Среди писем такого рода, приводивших меня в смущение и тоску, оказалось и послание от фройляйн Шнибель, которое нас позабавило, и еще одно — от особы, о которой я давно перестал думать. То была красотка Лидди; не упоминая о нашем катании на санях, она писала мне в тоне старой доброй приятельницы. Она вышла замуж за учителя музыки в своем родном городе и давала мне адрес, чтобы я как можно скорее прислал ей все свои композиции с подобающим посвящением. К письму она приложила свою фотографию, на которой, однако, это хорошо знакомое мне лицо выглядело постаревшим и огрубевшим; я ответил ей насколько мог любезно.
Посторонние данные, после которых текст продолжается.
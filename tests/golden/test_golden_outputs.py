"""`feedcheck check --format json` on every job the test suite ran (captured before the
second-wave re-arrangement) must give the same bytes as recorded.

This guards refactoring only: the recorded outputs are our own program's, never an oracle
for a figure (the figures are held against published sources in tests/reference/). An
intended change of output is recorded again with

    FEEDCHECK_UPDATE_GOLDEN=1 python -m pytest tests/golden

and the commit that does so says which figures changed and why.
"""

from __future__ import annotations

import gzip
import os
from pathlib import Path

import pytest
from click.testing import CliRunner

from feedcheck.cli import main as cli

JOBS = Path(__file__).resolve().parent / "jobs"
CASES = sorted(p for p in JOBS.iterdir() if p.is_dir())


def _expected_path(case: Path) -> Path:
    gz = case / "expected.json.gz"
    return gz if gz.exists() else case / "expected.json"


def _read(path: Path) -> str:
    data = path.read_bytes()
    return (gzip.decompress(data) if path.suffix == ".gz" else data).decode("utf-8")


def _write(path: Path, text: str) -> None:
    data = text.encode("utf-8")
    path.write_bytes(gzip.compress(data, mtime=0) if path.suffix == ".gz" else data)


@pytest.mark.parametrize("case", CASES, ids=[c.name for c in CASES])
def test_check_json_is_unchanged(case: Path, monkeypatch):
    job = next(case.glob("*.toml"))
    monkeypatch.chdir(case)
    result = CliRunner().invoke(cli, ["check", job.name, "--format", "json"])
    assert result.exit_code in (0, 1), result.output
    expected = _expected_path(case)
    if os.environ.get("FEEDCHECK_UPDATE_GOLDEN"):
        _write(expected, result.stdout)
    assert result.stdout == _read(expected)
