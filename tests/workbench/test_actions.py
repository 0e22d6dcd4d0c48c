"""Report, new job from the template, and the schedule grid (read, edit, save)."""

from __future__ import annotations

import openpyxl

from feedcheck.template import TEMPLATE

from .conftest import make_page


def test_report_writes_a_pdf_in_the_folder_and_serves_it(page, job):
    r = page.post("api/report")
    assert r.status_code == 200, r.json
    assert r.json == {
        "file": "harbor_kitchen_report.pdf",
        "url": "api/download/harbor_kitchen_report.pdf",
    }
    pdf = job.parent / "harbor_kitchen_report.pdf"
    assert pdf.read_bytes()[:5] == b"%PDF-"
    d = page.get(r.json["url"])
    assert d.status_code == 200 and d.mimetype == "application/pdf"
    assert d.headers["Content-Disposition"] == 'attachment; filename="harbor_kitchen_report.pdf"'
    assert d.data == pdf.read_bytes()


def test_report_refused_while_unsaved_or_invalid(page, job):
    page.edit({"op": "set", "kind": "run", "index": 0, "key": "length", "value": "97 ft"})
    r = page.post("api/report")
    assert r.status_code == 409 and "save" in r.json["error"]
    page.edit({"op": "set", "kind": "run", "index": 0, "key": "length", "value": "-5 ft"})
    r = page.post("api/report")
    assert r.status_code == 400 and r.json["errors"]
    assert not (job.parent / "harbor_kitchen_report.pdf").exists()


def test_new_job_from_the_template(page, job):
    r = page.post("api/new", {"name": "second site.toml"})
    assert r.status_code == 200
    new = job.parent / "second site.toml"
    assert new.read_text(encoding="utf-8") == TEMPLATE
    state = r.json
    assert state["job"] == {
        **state["job"],
        "name": "second site.toml",
        "exists": True,
        "dirty": False,
    }
    assert state["text"] == TEMPLATE and state["results"]["valid"]
    assert page.get("api/state").json["job"]["name"] == "second site.toml"
    page.edit({"op": "set", "kind": "project", "index": 0, "key": "name", "value": "Site 2"})
    page.post("api/save")
    assert 'name = "Site 2"' in new.read_text(encoding="utf-8")
    assert "Harbor Street" in job.read_text(encoding="utf-8")  # the first job untouched


def test_a_missing_job_starts_from_the_template_and_save_creates_it(tmp_path, static_dir):
    target = tmp_path / "fresh.toml"
    page = make_page(target, static_dir, exists=False)
    state = page.get("api/state").json
    assert state["job"]["exists"] is False and state["job"]["dirty"] is True
    assert state["text"] == TEMPLATE and not target.exists()
    assert page.post("api/save").status_code == 200
    assert target.read_text(encoding="utf-8") == TEMPLATE


def test_schedule_grid_has_each_rows_status(page, job):
    r = page.get("api/schedule?panel=LP1")
    assert r.status_code == 200
    g = r.json
    lines = (job.parent / "LP1.csv").read_text(encoding="utf-8").splitlines()
    assert g["panel"] == "LP1" and g["file"] == "LP1.csv"
    assert g["columns"] == lines[0].split(",")
    assert [",".join(row) for row in g["rows"]] == lines[1:]
    assert len(g["status"]) == len(g["rows"]) == len(g["messages"])
    assert set(g["status"]) <= {"ok", "warn", "fail", "info", ""}
    assert "ok" in g["status"]


def test_schedule_of_a_panel_without_one_is_404(page):
    page.edit({"op": "set", "kind": "panel", "index": 1, "key": "schedule", "value": ""})
    assert page.get("api/schedule?panel=EQ1").status_code == 404


def test_schedule_edit_rechecks_and_save_writes_the_csv(page, job):
    g = page.get("api/schedule?panel=LP1").json
    col = g["columns"].index("Length [ft]")
    rows = [list(r) for r in g["rows"]]
    rows[0][col] = "900"
    r = page.post("api/schedule", {"panel": "LP1", "columns": g["columns"], "rows": rows})
    assert r.status_code == 200
    assert r.json["job"]["dirty"] and r.json["schedule"]["rows"][0][col] == "900"
    assert r.json["schedule"]["status"][0] in ("warn", "fail")
    assert r.json["schedule"]["messages"][0]
    subjects = [f for f in r.json["results"]["findings"] if f["subject"].startswith("LP1/1")]
    assert subjects and all(f["kind"] == "panel" and f["key"] == "schedule" for f in subjects)
    csv_before = (job.parent / "LP1.csv").read_text(encoding="utf-8")
    assert csv_before.splitlines()[1].split(",")[col] == "85"  # nothing written before asked
    assert page.post("api/schedule/save", {"panel": "LP1"}).json == {"saved": "LP1.csv"}
    after = (job.parent / "LP1.csv").read_text(encoding="utf-8").splitlines()
    assert after[1].split(",")[col] == "900"
    assert after[2:] == csv_before.splitlines()[2:]
    assert not page.get("api/state").json["job"]["dirty"]


def test_schedule_edit_with_a_bad_cell_names_the_row(page):
    g = page.get("api/schedule?panel=LP1").json
    col = g["columns"].index("Breaker [A]")
    rows = [list(r) for r in g["rows"]]
    rows[2][col] = "twenty"
    state = page.post("api/schedule", {"panel": "LP1", "columns": g["columns"], "rows": rows}).json
    errors = state["results"]["input_errors"]
    assert errors and errors[0]["kind"] == "panel" and errors[0]["index"] == 0
    assert errors[0]["key"] == "schedule" and errors[0]["row"] == 4
    assert "LP1.csv" in errors[0]["message"] and "'twenty'" in errors[0]["message"]


def test_a_bad_cell_can_be_fixed_in_the_grid_while_the_job_is_not_checked(page):
    """The grid stays readable and editable while its own bad cell keeps the job from
    being checked; the row the error names is marked, and fixing the cell checks again."""
    g = page.get("api/schedule?panel=LP1").json
    col = g["columns"].index("Breaker [A]")
    rows = [list(r) for r in g["rows"]]
    good = rows[2][col]
    rows[2][col] = "twenty"
    state = page.post("api/schedule", {"panel": "LP1", "columns": g["columns"], "rows": rows}).json
    assert not state["results"]["valid"]
    assert state["schedule"]["rows"][2][col] == "twenty"
    again = page.get("api/schedule?panel=LP1")
    assert again.status_code == 200 and again.json["rows"][2][col] == "twenty"
    assert again.json["status"][2] == "fail" and "'twenty'" in again.json["messages"][2]
    assert again.json["status"][0] == ""  # nothing checked: no other row has a status
    rows[2][col] = good
    state = page.post("api/schedule", {"panel": "LP1", "columns": g["columns"], "rows": rows}).json
    assert state["results"]["valid"] and not state["results"]["input_errors"]
    assert state["schedule"]["status"][0] in ("ok", "warn", "fail", "info")
    assert state["schema"]["kinds"]  # a state like every other answer


def test_schedule_of_a_job_whose_file_does_not_read_is_refused(page):
    text = page.get("api/state").json["text"]
    page.edit({"op": "text", "text": text.replace("[source]", "[source", 1)})
    r = page.get("api/schedule?panel=LP1")
    assert r.status_code == 409 and "job file has input errors" in r.json["error"]


def test_schedule_save_to_xlsx_keeps_other_sheets(tmp_path, static_dir):
    from .conftest import copy_sample

    job = copy_sample(tmp_path)
    wb = openpyxl.Workbook()
    ws = wb.active
    for row in (tmp_path / "LP1.csv").read_text(encoding="utf-8").splitlines():
        ws.append([int(c) if c.isdigit() else c for c in row.split(",")])
    wb.create_sheet("notes")["A1"] = "kept"
    wb.save(tmp_path / "LP1.xlsx")
    job.write_text(job.read_text(encoding="utf-8").replace("LP1.csv", "LP1.xlsx"), "utf-8")
    page = make_page(job, static_dir)
    g = page.get("api/schedule?panel=LP1").json
    assert g["file"] == "LP1.xlsx"
    rows = [list(r) for r in g["rows"]]
    rows[0][1] = "Dining lights, revised"
    page.post("api/schedule", {"panel": "LP1", "columns": g["columns"], "rows": rows})
    assert page.post("api/schedule/save", {"panel": "LP1"}).status_code == 200
    back = openpyxl.load_workbook(tmp_path / "LP1.xlsx")
    assert back.worksheets[0]["B2"].value == "Dining lights, revised"
    assert back.worksheets[0]["A2"].value == 1  # numbers stay numbers
    assert back["notes"]["A1"].value == "kept"
    assert page.get("api/state").json["results"]["valid"]


def test_schedule_grid_that_is_not_a_table_is_refused(page):
    for body in (
        {"panel": "LP1", "columns": "x", "rows": []},
        {"panel": "LP1", "columns": ["a"], "rows": [[{"x": 1}]]},
        {"panel": "LP1", "columns": ["a"], "rows": ["abc"]},
    ):
        assert page.post("api/schedule", body).status_code == 400
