"""`feedcheck check --format json` on every job the test suite ran (captured before the
second-wave re-arrangement) must give the same bytes as recorded.

This guards refactoring only: the recorded outputs are our own program's, never an oracle
for a figure (the figures are held against published sources in tests/reference/). An
intended change of output is recorded again with

    FEEDCHECK_UPDATE_GOLDEN=1 python -m pytest tests/golden

and the commit that does so says which figures changed and why.

Numbers are held to 1 part in 10^9, everything else exactly: the last binary digit of a
float may differ between machines (numpy picks its vectorised routines by processor), and
such a difference is no change of output a person could read.
"""

from __future__ import annotations

import gzip
import json
import math
import os
from pathlib import Path

import pytest
from click.testing import CliRunner

from feedcheck.cli import main as cli

JOBS = Path(__file__).resolve().parent / "jobs"
CASES = sorted(p for p in JOBS.iterdir() if p.is_dir())


def _expected_path(case: Path) -> Path:
    gz = case / "expected.json.gz"
    return gz if gz.exists() else case / "expected.json"


def _read(path: Path) -> str:
    data = path.read_bytes()
    return (gzip.decompress(data) if path.suffix == ".gz" else data).decode("utf-8")


def _write(path: Path, text: str) -> None:
    data = text.encode("utf-8")
    path.write_bytes(gzip.compress(data, mtime=0) if path.suffix == ".gz" else data)


@pytest.mark.parametrize("case", CASES, ids=[c.name for c in CASES])
def test_check_json_is_unchanged(case: Path, monkeypatch):
    job = next(case.glob("*.toml"))
    monkeypatch.chdir(case)
    result = CliRunner().invoke(cli, ["check", job.name, "--format", "json"])
    assert result.exit_code in (0, 1), result.output
    expected = _expected_path(case)
    if os.environ.get("FEEDCHECK_UPDATE_GOLDEN"):
        _write(expected, result.stdout)
    assert _differences(json.loads(result.stdout), json.loads(_read(expected))) == []


def _differences(got, want, where: str = "$") -> list[str]:
    """Paths where ``got`` differs from ``want`` (floats to 1 part in 10^9)."""
    if isinstance(want, dict) and isinstance(got, dict):
        if list(got) != list(want):
            return [f"{where}: keys {list(got)} != {list(want)}"]
        return [d for k in want for d in _differences(got[k], want[k], f"{where}.{k}")]
    if isinstance(want, list) and isinstance(got, list):
        if len(got) != len(want):
            return [f"{where}: {len(got)} items != {len(want)}"]
        return [
            d
            for i, (item, wanted) in enumerate(zip(got, want, strict=True))
            for d in _differences(item, wanted, f"{where}[{i}]")
        ]
    both_float = isinstance(got, float) and isinstance(want, float)
    if both_float and math.isclose(got, want, rel_tol=1e-9, abs_tol=1e-12):
        return []
    return [] if type(got) is type(want) and got == want else [f"{where}: {got!r} != {want!r}"]


def test_differences_tells_a_changed_figure_from_a_last_digit():
    want = {"node": [{"fault_a": 6009.123456789, "status": "ok", "circuits": 20}]}
    assert (
        _differences(
            {"node": [{"fault_a": 6009.123456789001, "status": "ok", "circuits": 20}]}, want
        )
        == []
    )
    assert _differences({"node": [{"fault_a": 9009.1, "status": "ok", "circuits": 20}]}, want)
    assert _differences(
        {"node": [{"fault_a": 6009.123456789, "status": "fail", "circuits": 20}]}, want
    )
    assert _differences(
        {"node": [{"fault_a": 6009.123456789, "status": "ok", "circuits": 20.0}]}, want
    )
    assert _differences({"node": []}, want)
Однако все эти мелочи канули в прошлое, не оставив следа. Но даже добрые и прекрасные плоды моего успеха — знакомство с благородными и тонкими людьми, у которых музыка была в сердце, а не только во рту, — не относятся собственно к моей жизни, которая по-прежнему протекала в тиши и с той поры мало изменилась. Мне остается только рассказать, какой поворот приняла судьба моих ближайших друзей.
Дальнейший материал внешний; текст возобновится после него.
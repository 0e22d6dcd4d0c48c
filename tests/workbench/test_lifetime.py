"""When the server stops (idle, the page's goodbye) and the real server: bound to
127.0.0.1 only, spoken to over HTTP with urllib."""

from __future__ import annotations

import json
import re
import socket
import threading
import time
import urllib.error
import urllib.request

from feedcheck.workbench.actions import Session
from feedcheck.workbench.server import Lifetime, Workbench, bind, serve

from .conftest import TOKEN


def test_idle_stops_after_the_silence():
    life = Lifetime(idle_s=150, grace_s=5)
    t0 = life.seen
    assert not life.should_stop(t0 + 149)
    assert life.should_stop(t0 + 150)
    life.ping()
    assert not life.should_stop(life.seen + 100)


def test_bye_stops_unless_another_page_pings():
    life = Lifetime(idle_s=150, grace_s=5)
    life.bye()
    assert not life.should_stop(life.bye_at + 4)
    assert life.should_stop(life.bye_at + 5)
    life.ping()  # another page (or a reload) within the grace
    assert life.bye_at is None and not life.should_stop(life.seen + 10)


def test_bye_and_ping_through_the_api(page):
    life = page.app.lifetime
    assert page.post("api/bye").json == {"ok": True}
    assert life.bye_at is not None
    assert page.post("api/ping").json == {"ok": True}
    assert life.bye_at is None


def _start(job, monkeypatch, idle="30"):
    monkeypatch.setenv("FEEDCHECK_WORKBENCH_IDLE_S", idle)
    session = Session(job, "2026-12-01", job.read_text(encoding="utf-8"), True)
    lines: list[str] = []
    thread = threading.Thread(
        target=serve,
        args=(session,),
        kwargs={"open_browser": False, "echo": lines.append},
        daemon=True,
    )
    thread.start()
    for _ in range(200):
        if lines:
            break
        time.sleep(0.05)
    return thread, lines


def _post(url: str, body: dict, headers: dict | None = None):
    req = urllib.request.Request(
        url,
        data=json.dumps(body).encode(),
        method="POST",
        headers={"Content-Type": "application/json", **(headers or {})},
    )
    return urllib.request.urlopen(req, timeout=10)


def test_real_server_on_loopback_over_http(job, monkeypatch):
    thread, lines = _start(job, monkeypatch)
    assert len(lines) == 1
    m = re.fullmatch(r"feedcheck workbench: http://127\.0\.0\.1:(\d+)/([\w-]{32})/", lines[0])
    assert m, lines
    port, token = int(m.group(1)), m.group(2)
    assert token != TOKEN
    base = f"http://127.0.0.1:{port}/{token}/"
    with urllib.request.urlopen(base + "api/state", timeout=10) as r:
        state = json.loads(r.read())
    assert state["results"]["valid"] and state["job"]["name"] == job.name
    edit = {
        "rev": 0,
        "edits": [{"op": "set", "kind": "run", "index": 0, "key": "length", "value": "96 ft"}],
    }
    with _post(base + "api/edit", edit) as r:
        assert json.loads(r.read())["rev"] == 1
    try:
        urllib.request.urlopen(f"http://127.0.0.1:{port}/api/state", timeout=10)
        raise AssertionError("served without the token")
    except urllib.error.HTTPError as exc:
        assert exc.code == 403
    # the listening socket is on the loopback address only
    for host in ["127.0.0.2", *_other_addresses()]:  # 0.0.0.0 would answer on these
        with socket.socket() as s:
            s.settimeout(1)
            assert s.connect_ex((host, port)) != 0, host
    with _post(base + "api/bye", {}):
        pass
    thread.join(timeout=15)
    assert not thread.is_alive()  # stopped on the page's goodbye (5 s grace)


def test_bind_address_is_loopback(page):
    app = Workbench(page.app.session, TOKEN, 0)
    server = bind(app, 0)
    try:
        host, port = server.socket.getsockname()[:2]
        assert host == "127.0.0.1" and port == app.port > 0
    finally:
        server.server_close()


def test_real_server_stops_when_no_page_pings(job, monkeypatch):
    thread, lines = _start(job, monkeypatch, idle="1")
    assert lines
    thread.join(timeout=10)
    assert not thread.is_alive()


def _other_addresses() -> list[str]:
    """This machine's addresses other than loopback (none on an isolated machine)."""
    out = set()
    try:
        for info in socket.getaddrinfo(socket.gethostname(), None, socket.AF_INET):
            out.add(info[4][0])
    except OSError:
        pass
    with socket.socket(socket.AF_INET, socket.SOCK_DGRAM) as s:
        try:
            s.connect(("10.255.255.255", 1))
            out.add(s.getsockname()[0])
        except OSError:
            pass
    return sorted(a for a in out if not a.startswith("127."))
Старый господин Имтор больше не собирал у себя такого обширного общества, как раньше, когда с ним была Гертруда. Однако в его доме, посреди множества картин, раз в три недели устраивались вечера изысканной камерной музыки, которые я регулярно посещал. Иногда я брал с собой и Тайзера. Но Имтор настаивал на том, чтобы я бывал у него и помимо этого. Так что порой в предвечерний час, который он особенно любил, я приходил к нему в его просто обставленный кабинет, где висел портрет Гертруды, и, поскольку между стариком и мною постепенно возникло внешне сдержанное, но устойчивое взаимопонимание и потребность поговорить, разговор наш нередко касался того, что в душе больше всего занимало нас обоих. Мне пришлось рассказать о Мюнхене, и я не умолчал о том, какое впечатление у меня сложилось об отношениях супругов. Он кивнул.
— Все еще может наладиться, — сказал он со вздохом, — но мы этому помочь не в силах. Я рад, что близится лето и девочка два месяца будет только со мной. В Мюнхене я на вещаю ее редко и неохотно, она ведь держится так храбро, я не хочу ей мешать и расстраивать ее.
Письма Гертруды не сообщали никаких новостей. Но когда на Пасху она приехала к отцу и нас в нашем маленьком домике навестила тоже, она выглядела похудевшей и подавленной, и, как ни была с нами любезна, как ни старалась таиться, мы все же часто замечали в ее с недавних пор печальных глазах непривычную безнадежность. Я должен был сыграть ей мою новую музыку, но, когда я попросил ее что-нибудь нам спеть, она посмотрела на меня и покачала головой, отклоняя эту просьбу.